Chang’s favorite type of coral is the euphyllia coral, a type of LPS. He enjoys growing this type of coral due to its vibrant colors and the way they wave under the water.
In addition to preparing the water and lights, Chang makes sure the water temperature, salinity, pH and trace element levels are correct. These factors all contribute to the health of the corals. The junior also utilizes special kinds of fish, such as the six line wrasse, which help keep the tank clean by eating excess algae. Chang received lots of help from others in the beginning and reached out to many people in the coral community. Since then he has grown his own Instagram account @reeflng and has also amassed a following over a thousand.
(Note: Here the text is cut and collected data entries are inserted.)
export function AnimalForm({
  animal,
  locations,
  onCreatePlace,
  knownNames,
  unit,
  onSave,
  onCancel,
}: Props) {
  const listId = useId();
  const defaults = fromAnimal(animal, unit);
  const { register, handleSubmit, setError, setValue, watch, formState } = useForm<
    FormValues,
    unknown,
    AnimalValues
  >({
    resolver: zodResolver(animalForm(unit, animal, defaults.size)),
    defaultValues: defaults,
  });
  const { problem, attempt } = useServerProblem(setError);
  const e = formState.errors;
  const scientific = watch('scientificName');
  const check = useMemo(
    () => (scientific.trim() ? checkScientificName(scientific) : null),
    [scientific],
  );
  const group = watch('group') as AnimalGroup;
  const cautions = watch('cautions') as Caution[];
  // docs/care-rules.md § Genus presets: offered when the genus is known and differs, never forced.
  const preset = useMemo(() => presetFor(scientific), [scientific]);
  const presetDiffers =
    !!preset && (preset.group !== group || preset.cautions.some((c) => !cautions.includes(c)));
  function changeGroup(next: AnimalGroup, previous: AnimalGroup) {
    if (!stagesOf(next).includes(watch('lifeStage') as LifeStage))
      setValue('lifeStage', firstFedStage(next));
    // A new animal starts with its group's usual cautions and water (§ Care profiles).
    if (!animal) {
      const dropped = new Set<string>(GROUP_CARE[previous].newAnimalCautions);
      setValue('cautions', [
        ...new Set([
          ...cautions.filter((c) => !dropped.has(c)),
          ...GROUP_CARE[next].newAnimalCautions,
        ]),
      ]);
      setValue('hasWaterDish', GROUP_CARE[next].newAnimalHasDish);
    }
  }
  // A stage saved before stages were checked against the group stays visible, so its error makes sense.
  const stage = watch('lifeStage') as LifeStage;
  const stageOptions = [
    ...stagesOf(group).map((s) => ({ value: s, label: stageLabel(group, s) })),
    ...(stagesOf(group).includes(stage)
      ? []
      : [
          {
            value: stage,
            label: `${STAGE_LABEL[stage]} (not a ${GROUP_LABEL[group].toLowerCase()} stage)`,
          },
        ]),
  ];
  // The place is picked from the tree (or named anew) beside the form's own fields.
  const [place, setPlace] = useState<PlaceChoice>(choiceOf(animal?.location));
  const [share, setShare] = useState(false);
  const [placeTried, setPlaceTried] = useState(false);
  const mine = animal ? [animal.id] : [];
  const taken = occupantsAt(locations, place, mine);
  const placeMissing = place.room ? choiceProblems(place) : {};
  const placeBlocked = Object.keys(placeMissing).length > 0 || (taken.length > 0 && !share);
  async function locationIdOf(): Promise<string | null> {
    if (!place.room) return null;
    return existingPlace(locations, place)?.id ?? onCreatePlace(place);
  }

  return (
    <form
      onSubmit={(ev) => {
        setPlaceTried(true);
        return handleSubmit((values) =>
          placeBlocked
            ? undefined
            : attempt(async () => onSave({ ...values, locationId: await locationIdOf() })),
        )(ev);
      }}
      noValidate
      className="flex flex-col gap-4"
    >
      {problem && <Notice tone="error" title={problem} />}
      <fieldset className="flex flex-col gap-3">
        <legend className="mb-1 text-xl font-extrabold">What it is</legend>
        {!animal && (
          <TextField
            label="Label code"
            hint="Leave empty to get a new code, or type the code on an existing label."
            autoCapitalize="characters"
            error={e.labelCode?.message}
            {...register('labelCode')}
          />
        )}
        <TextField label="Name" error={e.name?.message} {...register('name')} />
        <TextField
          label="Scientific name"
          hint="Genus and species, e.g. Tliltocatl albopilosus; author and year if you like."
          list={listId}
          autoComplete="off"
          spellCheck={false}
          error={e.scientificName?.message}
          {...register('scientificName')}
        />
        <datalist id={listId}>
          {knownNames.map((n) => (
            <option key={n} value={n} />
          ))}
        </datalist>
        {check && !check.ok && check.suggestion && (
          <Button
            variant="secondary"
            onClick={() => setValue('scientificName', check.suggestion!, { shouldValidate: true })}
          >
            Use “{check.suggestion}”
          </Button>
        )}
        {preset && presetDiffers && (
          <Notice tone="info" title={`${preset.genus}: ${preset.note}.`}>
            <p className="text-sm">
              Usually {GROUP_LABEL[preset.group].toLowerCase()}
              {preset.cautions.length
                ? `, with ${preset.cautions.map((c) => CAUTION_LABEL[c].toLowerCase()).join(', ')}`
                : ''}
              . Source: {preset.source}.
            </p>
            <Button
              variant="secondary"
              className="mt-2"
              onClick={() => {
                if (preset.group !== group) {
                  changeGroup(preset.group, group);
                  setValue('group', preset.group);
                }
                setValue('cautions', [
                  ...new Set([...(watch('cautions') as Caution[]), ...preset.cautions]),
                ]);
              }}
            >
              Use these
            </Button>
          </Notice>
        )}
        <TextField label="Common name" error={e.commonName?.message} {...register('commonName')} />
        <div className="grid grid-cols-2 gap-2">
          <SelectField
            label="Group"
            options={ANIMAL_GROUPS.map((g) => ({ value: g, label: GROUP_LABEL[g] }))}
            {...register('group', {
              onChange: (e: React.ChangeEvent<HTMLSelectElement>) =>
                changeGroup(e.target.value as AnimalGroup, group),
            })}
          />
          <SelectField
            label="Life stage"
            options={stageOptions}
            error={e.lifeStage?.message}
            {...register('lifeStage')}
          />
          <SelectField
            label="Sex"
            options={SEXES.map((s) => ({ value: s, label: SEX_LABEL[s] }))}
            {...register('sex')}
          />
          <TextField
            label={
              group === 'tarantula' || group === 'true_spider'
                ? `Leg span (${unit})`
                : `Body length (${unit})`
            }
            inputMode="decimal"
            error={e.size?.message}
            {...register('size')}
          />
        </div>
        <TextField
          label="Clutch"
          hint="Slings from one egg sac share a clutch name."
          error={e.clutch?.message}
          {...register('clutch')}
        />
      </fieldset>

      <fieldset className="flex flex-col gap-3">
        <legend className="mb-1 text-xl font-extrabold">Where and from whom</legend>
        <PlacePicker
          legend="Place"
          places={locations}
          value={place}
          onChange={(c) => {
            setPlace(c);
            setShare(false);
          }}
          leaving={mine}
          optional
          errors={placeTried ? placeMissing : {}}
        />
        <TakenSpot
          where={place}
          names={taken}
          share={share}
          onShare={setShare}
          error={
            placeTried && taken.length > 0 && !share
              ? 'Tick to share the spot, or choose a free one.'
              : undefined
          }
        />
        <div className="grid grid-cols-2 gap-2">
          <TextField
            label="Acquired on"
            type="date"
            error={e.acquiredOn?.message}
            {...register('acquiredOn')}
          />
          <TextField label="Source" error={e.source?.message} {...register('source')} />
        </div>
      </fieldset>

      <fieldset className="flex flex-col gap-2">
        <legend className="mb-1 text-xl font-extrabold">Cautions</legend>
        {CAUTIONS.map((c) => (
          <label
            key={c}
            className="flex min-h-target cursor-pointer items-center gap-3 has-[:focus-visible]:outline has-[:focus-visible]:outline-4"
          >
            <input
              type="checkbox"
              value={c}
              className="size-6 accent-[var(--c-primary)]"
              {...register('cautions')}
            />
            {CAUTION_LABEL[c]}
          </label>
        ))}
        <TextField
          label="Other caution"
          hint="In your words, e.g. “Bolts up the lid”."
          error={e.cautionNote?.message}
          {...register('cautionNote')}
        />
      </fieldset>

      <fieldset className="flex flex-col gap-3">
        <legend className="mb-1 text-xl font-extrabold">Care</legend>
        <div className="grid grid-cols-2 gap-2">
          <TextField
            label="Feed every (days)"
            inputMode="numeric"
            hint="Empty: the round rules decide."
            error={e.intervalDays?.message}
            {...register('intervalDays')}
          />
          <TextField
            label="Prey count"
            inputMode="numeric"
            error={e.preyCount?.message}
            {...register('preyCount')}
          />
          <TextField label="Prey type" error={e.preyType?.message} {...register('preyType')} />
          <TextField label="Prey size" error={e.preySize?.message} {...register('preySize')} />
        </div>
        {hasDiet(group) && (
          <SelectField
            label="Diet"
            options={[
              {
                value: '',
                label: `Usual: ${DIET_LABEL[GROUP_CARE[group].defaultDiet].toLowerCase()}`,
              },
              ...DIETS.map((d) => ({ value: d, label: DIET_LABEL[d] })),
            ]}
            {...register('diet')}
          />
        )}
        <label className="flex min-h-target cursor-pointer items-center gap-3">
          <input
            type="checkbox"
            className="size-6 accent-[var(--c-primary)]"
            {...register('hasWaterDish')}
          />
          Has a water dish
        </label>
        <TextField
          label="Do not feed until"
          type="date"
          error={e.doNotFeedUntil?.message}
          {...register('doNotFeedUntil')}
        />
      </fieldset>

      <fieldset className="flex flex-col gap-3">
        <legend className="mb-1 text-xl font-extrabold">Enclosure</legend>
        <p className="text-sm">
          Inside size, so the round can ask for a bigger one after a molt. Height only for a
          climber’s tall enclosure.
        </p>
        <div className="grid grid-cols-2 gap-2">
          <TextField
            label={`Length (${unit})`}
            inputMode="decimal"
            error={e.enclosureLengthMm?.message}
            {...register('enclosureLengthMm')}
          />
          <TextField
            label={`Width (${unit})`}
            inputMode="decimal"
            error={e.enclosureWidthMm?.message}
            {...register('enclosureWidthMm')}
          />
          <TextField
            label={`Height (${unit})`}
            inputMode="decimal"
            hint="Arboreal only."
            error={e.enclosureHeightMm?.message}
            {...register('enclosureHeightMm')}
          />
        </div>
        <p className="text-sm">
          Every how many days? Empty: the care profile decides. 0: never for this animal.
        </p>
        <div className="grid grid-cols-2 gap-2">
          <TextField
            label="Mist every"
            inputMode="numeric"
            error={e.mistEveryDays?.message}
            {...register('mistEveryDays')}
          />
          <TextField
            label="Moisten substrate every"
            inputMode="numeric"
            error={e.moistenEveryDays?.message}
            {...register('moistenEveryDays')}
          />
          <TextField
            label="Spot-clean every"
            inputMode="numeric"
            error={e.spotCleanEveryDays?.message}
            {...register('spotCleanEveryDays')}
          />
        </div>
      </fieldset>

      <TextField label="Notes" error={e.notes?.message} {...register('notes')} />
      <div className="flex flex-col gap-2">
        <Button type="submit" busy={formState.isSubmitting}>
          {animal ? 'Save changes' : 'Add animal'}
        </Button>
        <Button variant="secondary" onClick={onCancel}>
          Cancel
        </Button>
      </div>
    </form>
  );
}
He logs and shares his coral growing progress on this account.
“Every single week I would spend at least thirty minutes to an hour [doing] daily maintenance, like cleaning off the glass,” Chang said. “But after three weeks I’ll do a full dedicated two hour maintenance, just to clean the water or if any corals have fallen down off the rocks or anything bad that I need to fix.”
Chang sells his corals on an app called Offer Up, a general selling app. The convenience of the app allows Chang to meet up with customers locally, usually around his house or somewhere nearby. On occasion, he also trades some of his corals. Chang sells his corals for many different prices, ranging from $5 to $400. Since some corals are harder to grow, he sells certain corals based on the level of experience the customers have.
“I enjoy growing corals and learning about them, as well as seeing their development,” Chang said, “When the time comes I can frag them, which means we’re fragmenting and cutting the coral to sell to others.”
Chang said that he usually doesn’t sell the entire colony. Instead, he sells the fragmented pieces while keeping the original coral. He stores the corals that he sells in Meet Fresh cups.
“I think it’s really fascinating that I’m able to grow such an unique animal in my own house as a hobby,” Chang said.